Answer
a) $54\pi\ cm^2$
b) no
Work Step by Step
The area of the bottom of one can is given. 6 cans are to be included. Multiply the area of a single can by 6 to find the total.
$A=6(9\pi)\ cm^2=54\pi\ cm^2$
The diameter of the can is the widest point. The length of the box needs to accommodate 3 cans. The height needs to accommodate 2 cans.Find the diameter of the can to compute the minimum length and height of the box.

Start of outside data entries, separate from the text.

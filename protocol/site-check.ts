/**
 * What the keys of a site file must be to each other, once each is right by itself.
 */
import { formatDuration } from './duration.ts';
import type { Fault } from './issue.ts';
import { MAX_CHANNELS, MAX_HORIZON } from './limits.ts';
import type { Limits, Signal, Site } from './site.ts';
import { conversionFaults } from './site-conversion-check.ts';
import { warnFaults } from './site-warn.ts';

const fault = (path: readonly PropertyKey[], text: string): Fault => ({ path, isUnknownKey: false, text });

/** Limits from the lowest up, with their keys in the file. */
const LADDER: readonly (readonly [keyof Limits, string])[] = [
  ['lowLow', 'low_low'],
  ['low', 'low'],
  ['high', 'high'],
  ['highHigh', 'high_high'],
];

const limitFaults = (signal: Signal, path: readonly PropertyKey[]): Fault[] => {
  const set = LADDER.flatMap(([field, key]) => {
    const value = signal.limits[field];
    return value === null ? [] : [{ key, value }];
  });
  const faults: Fault[] = [];
  for (const [i, { key, value }] of set.entries()) {
    const below = set[i - 1];
    if (below !== undefined && value <= below.value) {
      faults.push(
        fault([...path, 'limits', key], `expected a level above ${below.key} (${below.value}), got ${value}`),
      );
    }
    const range = signal.range;
    if (range !== null && (value < range[0] || value > range[1])) {
      const text = `expected a level within the range [${range[0]}, ${range[1]}], got ${value}: readings beyond the range are refused`;
      faults.push(fault([...path, 'limits', key], text));
    }
  }
  return faults;
};

interface Entry {
  readonly signal: Signal;
  readonly path: readonly PropertyKey[];
}

const entriesOf = (site: Site): readonly Entry[] => [
  ...site.signals.map((signal, i) => ({ signal, path: ['signals', i] })),
  ...site.inputs.map((signal, i) => ({ signal, path: ['inputs', i] })),
];

const label = (path: readonly PropertyKey[]): string => `${String(path[0])}[${String(path[1])}]`;

const repeatFaults = (entries: readonly Entry[]): Fault[] => {
  const names = new Map<string, Entry>();
  const readings = new Map<string, Entry>();
  const faults: Fault[] = [];
  for (const entry of entries) {
    const { signal, path } = entry;
    const sameName = names.get(signal.name);
    if (sameName !== undefined) {
      faults.push(
        fault([...path, 'name'], `expected a name of its own, got "${signal.name}", which is ${label(sameName.path)}`),
      );
    }
    names.set(signal.name, sameName ?? entry);
    if (signal.topic === null) continue;
    const reading = JSON.stringify([signal.topic, signal.payload, signal.aggregate]);
    const same = readings.get(reading);
    if (same !== undefined) {
      const text = `expected a reading of its own, got the same topic, payload and aggregate as ${label(same.path)} ("${same.signal.name}")`;
      faults.push(fault([...path, 'topic'], text));
    }
    readings.set(reading, same ?? entry);
  }
  return faults;
};

const horizonFaults = (site: Site): Fault[] => {
  if (Number.isInteger(site.horizon) && site.horizon >= 1 && site.horizon <= MAX_HORIZON) return [];
  const got = Number.isInteger(site.horizon)
    ? `${site.horizon} ticks`
    : `${formatDuration(Math.round(site.horizon * site.tickMs))}, which the tick of ${formatDuration(site.tickMs)} does not divide`;
  return [fault(['horizon'], `expected 1 to ${MAX_HORIZON} whole ticks of ${formatDuration(site.tickMs)}, got ${got}`)];
};

/** A plan read as a reading, or the other way round, would be refused message by message; better once, here. */
const planFaults = (site: Site): readonly Fault[] => {
  const plans = new Map<string, number>();
  return site.inputs.flatMap(({ name, topic, planTopic }, i): Fault[] => {
    if (planTopic === null) return [];
    const path = ['inputs', i, 'plan_topic'];
    const same = plans.get(planTopic);
    plans.set(planTopic, same ?? i);
    if (planTopic === topic)
      return [fault(path, `expected another topic than that of the readings of "${name}", got the same`)];
    if (same === undefined) return [];
    return [fault(path, `expected a topic of its own, got that of inputs[${same}] ("${site.inputs[same]!.name}")`)];
  });
};

/** Lists what does not fit together in a site: horizon and tick, repeated names and readings, plan topics, rules of
 * warnings, order of limits. */
export const crossFaults = (site: Site): readonly Fault[] => {
  const entries = entriesOf(site);
  const faults = [...horizonFaults(site), ...repeatFaults(entries), ...planFaults(site), ...warnFaults(site)];
  for (const { signal, path } of entries) faults.push(...limitFaults(signal, path), ...conversionFaults(signal, path));
  if (entries.length > MAX_CHANNELS) {
    faults.push(
      fault(['inputs'], `expected at most ${MAX_CHANNELS} signals and inputs together, got ${entries.length}`),
    );
  }
  return faults;
};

Use the formula for the area of a circle to find the radius of the can.
$A=\pi r^2$
substitute
$9\pi\ cm^2=\pi r^2$
divide each side by $\pi$
$9\pi\ cm^2\div\pi=\pi r^2\div\pi$
$9\ cm^2=r^2$
take the square root of each side
$\sqrt{9\ cm^2}=\sqrt{r^2}$
$3\ cm=r$
The diameter of a circle is twice its radius.
$d=2r=2(3\ cm)=6\ cm$
The minimum length of the box, in order to accommodate 3 cans, is
$3d=3(6\ cm)=18\ cm$
The minimum height of the box, in order to accommodate 2 cans, is
$2d=2(6\ cm)=12\ cm$
A box with a length of 16 cm is not large enough, since 18 cm is required.